Swirling the snow in a frenzied dance - random thoughts on Dubai and Sheehan
This winter hasn’t been much for snowshoeing, though. Come to think of it, I haven’t been out snowshoeing once this winter. A week before Christmas, we had a half-footer that was washed away by the rain that followed the week after. What snow we’ve had since then has been of the 1 to 2 inch variety. Here today, melted tomorrow, and a lot of rain in-between.
It’s been plenty cold this week. Coldest week we’ve had thus far this winter, but a little late considering we’re going into March. The temperature this morning was bumped down right next to zero, and tomorrow morning, it actually might be sub-zero. Even though it feels like winter, the struggle continues with actually trying to look like it. If not for the snow squall we had Thursday that dropped a couple of inches, we’d still have bare ground.
I’m not sure what six weeks of winter Punxsutawney Phil had in mind, but as far as I’m concerned, this winter is pretty much over. Of course, there’s that one chance of getting a one-footer before the vernal equinox, but at this point, I don’t see myself digging the snowshoes out of the closet.

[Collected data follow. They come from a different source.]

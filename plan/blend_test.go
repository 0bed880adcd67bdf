package plan_test

import (
	"strings"
	"testing"

	"scalerisk/plan"
	"scalerisk/saturation"
	"scalerisk/water"
)

// TestBlendLimitsStep: the report's blend of an invented hard Kestrel Fen
// well with a cool river intake is judged against the profile at the bulk
// and at the skin temperature of the settings, as the blend command
// judges it (saturation.JudgeBlend). Calcite is less soluble hot
// (Plummer & Busenberg 1982: log Ksp falls with temperature; bulk pH held
// at the skin, UFC 3-240-13FN Example B-1): with a 60 °C tube wall the
// skin governs and the well's safe share is lower than at the bulk.
func TestBlendLimitsStep(t *testing.T) {
	recs, _, err := water.Read("kestrel.csv", strings.NewReader(
		"name,temperature [C],pH,Ca [mg/L],Mg [mg/L],Na [mg/L],Cl [mg/L],SO4 [mg/L],alkalinity [mg/L as CaCO3],SiO2 [mg/L]\n"+
			"Kestrel Fen deep well 2,16,7.4,200,40,60,90,250,400,22\n"+
			"Kestrel Fen river intake,10,7.3,24,5,12,18,20,60,6\n"), water.ReadOptions{})
	if err != nil {
		t.Fatal(err)
	}
	as := saturation.AssessRecords("kestrel.csv", recs, saturation.Options{})
	profile, _ := saturation.LimitProfileNamed("no-inhibitor")
	river := recs[1].Analysis
	s := plan.Settings{Speciation: saturation.Options{Skin: 60}, Profile: &profile, Partner: &river, BlendFraction: 0.3}
	p := plan.Compute(as[0], s)
	if err := p.PartErr("blend limits"); err != nil || len(p.Blends) != 1 || p.Blends[0].Judged == nil {
		t.Fatalf("blend limits: %v, blends %+v", err, p.Blends)
	}
	share := p.Blends[0].Judged.Share
	if !share.Judged.SkinGoverns() || !(share.Fraction < share.Judged.AtBulk) || share.AtLeast {
		t.Errorf("safe share of the well %.4f, bulk alone %.4f, judged %+v: want at most a share below the bulk answer, the 60 °C skin governing",
			share.Fraction, share.Judged.AtBulk, share.Judged)
	}
	want, err := saturation.JudgeBlend(as[0].Input, river, 0.3, profile, s.Speciation)
	if err != nil {
		t.Fatal(err)
	}
	if share.Fraction != want.Share.Fraction {
		t.Errorf("report's safe share %.6f, the blend command's %.6f: want one answer", share.Fraction, want.Share.Fraction)
	}
}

Usually when I sit down to relax with the paper, I’ll have the news on. Why, I don’t know, especially since I don’t seem to pay much attention to it. Much of what is reported on the news is hyperbolic rhetoric, a slug fest of words between the Democrats and Republicans that the media feasts on as if it were the best prime rib in town.
In response to any perceived blundering or acts of incompetency by Bush, you can pretty much count on Kennedy or Clinton or Schumer to say bananas and baloney. But this weeks response by the Democrats and a few Republicans to the news of P&O’s proposed purchase by Dubai Ports that would “surrender management of our ports to an Arab-based firm” went beyond bananas and baloney: “Bush not aware of the Dubai Ports World bid of P&O before it was proposed;” “Hillary Clinton and other Senate leaders oppose Dubai’s 6.8 billion dollar purchase of P&O;” “Take over of our ports by Dubai poses a serious threat to our national security.” Excuse me, but can anyone say, “Xenophobia?”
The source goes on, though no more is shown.